[Source records]
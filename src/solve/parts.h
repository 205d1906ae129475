/* parts.h - the unbalance of two planes as a static and a couple part.
 *
 * Weights W0, W1 (kg at radii r0, r1) make unbalances U = W r; the static part (U0 + U1)/2 stands
 * on both planes alike, the couple part (U0 - U1)/2 on the first and turned by half a turn on the
 * second. A static weight moves the couple's vibration, too, and the other way round (J. J. Yu,
 * ASME J. Eng. Gas Turbines Power 131(1), 2009, on static-couple influence coefficients): nothing
 * here leaves these cross effects out, for all is worked out of the responses of the planes
 * themselves.
 */
#ifndef LOPSIDE_SOLVE_PARTS_H
#define LOPSIDE_SOLVE_PARTS_H

#include <complex.h>
#include <stddef.h>

/* Parts (kg m) of two weights at these radii (m, > 0). */
void parts_split(const double complex w[2], const double radius[2], double complex *static_part,
                 double complex *couple_part);

/* The forms of place.h (rows x 3 x 3) for one unknown: the unbalance (kg m) that stands on both
 * planes alike; `out` is rows x 2 x 2. */
void parts_reduce(const double complex *forms, size_t rows, const double radius[2],
                  double complex *out);

#endif
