#include "solve/sits.h"

#include <math.h>
#include <stdio.h>

#include "base/angle.h"
#include "solve/judge.h"

/* The weights that stay on; their number is 0 where everything comes off. */
static size_t staying(const struct job *job, const struct job_weight **weights)
{
    *weights = NULL;
    if (job->aim.mounted < 0)
        return 0;
    *weights = job->runs[job->aim.mounted].weights;
    return job->runs[job->aim.mounted].weight_count;
}

static bool is_here(const struct job_weight *w, size_t plane, double angle_deg)
{
    return w->plane == plane &&
           fabs(angle_wrap_180(w->angle_deg - angle_deg)) <= SITS_NEAR_DEG + 1e-9;
}

/* What the limits count of one weight. */
static double counted(const struct job *job, const struct job_weight *w)
{
    double sign = job->planes[w->plane].work == WORK_REMOVE ? -1 : 1;
    return fmax(0, sign * w->mounted_mass);
}

static double mounted(const struct job *job, const struct job_weight *w)
{
    (void)job;
    return w->mounted_mass;
}

static double equivalent(const struct job *job, const struct job_weight *w)
{
    (void)job;
    return w->mass;
}

/* Of what stays at one place, the sum of what `of` tells of each weight. */
static double sum_at(const struct job *job, size_t plane, double angle_deg,
                     double (*of)(const struct job *, const struct job_weight *))
{
    const struct job_weight *w;
    double sum = 0;
    for (size_t n = staying(job, &w); n > 0; n--, w++)
        sum += is_here(w, plane, angle_deg) ? of(job, w) : 0;
    return sum;
}

double sits_mass(const struct job *job, size_t plane, double angle_deg)
{
    return sum_at(job, plane, angle_deg, mounted);
}

double sits_equivalent(const struct job *job, size_t plane, double angle_deg)
{
    return sum_at(job, plane, angle_deg, equivalent);
}

double sits_at(const struct job *job, size_t plane, double angle_deg)
{
    return sum_at(job, plane, angle_deg, counted);
}

double sits_in_all(const struct job *job, size_t plane)
{
    const struct job_weight *w;
    double sum = 0;
    for (size_t n = staying(job, &w); n > 0; n--, w++)
        sum += w->plane == plane ? counted(job, w) : 0;
    return sum;
}

bool sits_nowhere(const struct job *job, size_t p, char *text, size_t size)
{
    const struct job_plane *plane = &job->planes[p];
    const char *unit = job->units == UNITS_US ? "oz" : "g";
    double kg = job->units == UNITS_US ? 0.45359237 / 16 : 1e-3, least = INFINITY;
    double most = fmin(plane->most, plane->most_in_all - sits_in_all(job, p));
    bool open = plane->any_position;
    for (size_t i = 0; i < plane->position_count; i++)
        open = open || !plane->positions[i].taken;
    for (size_t i = 0; i < plane->stock_count; i++)
        least = fmin(least, plane->stock[i].mass);
    if (!open)
        snprintf(text, size, "all positions of '%s' are taken", plane->name);
    else if (plane->stock_count > 0 && least > most * (1 + 1e-12))
        snprintf(
            text, size,
            "the sheet's limits exclude every weight on '%s': smallest piece %s %s, most %s %s",
            plane->name, judge_figure(least / kg, 3).text, unit,
            judge_figure(fmax(0, most) / kg, 3).text, unit);
    else
        return false;
    return true;
}

bool sits_only_removed(const struct job *job, size_t run)
{
    for (size_t i = 0; i < job->runs[run].weight_count; i++)
        if (!(job->runs[run].weights[i].mounted_mass < 0))
            return false;
    return job->runs[run].weight_count > 0;
}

▶ [About this task]:
Wherever the word "counted" appears in a line of the data, copy that line.

▶ [Expected answer]:
static double counted(const struct job *job, const struct job_weight *w)
    return sum_at(job, plane, angle_deg, counted);
        sum += w->plane == plane ? counted(job, w) : 0;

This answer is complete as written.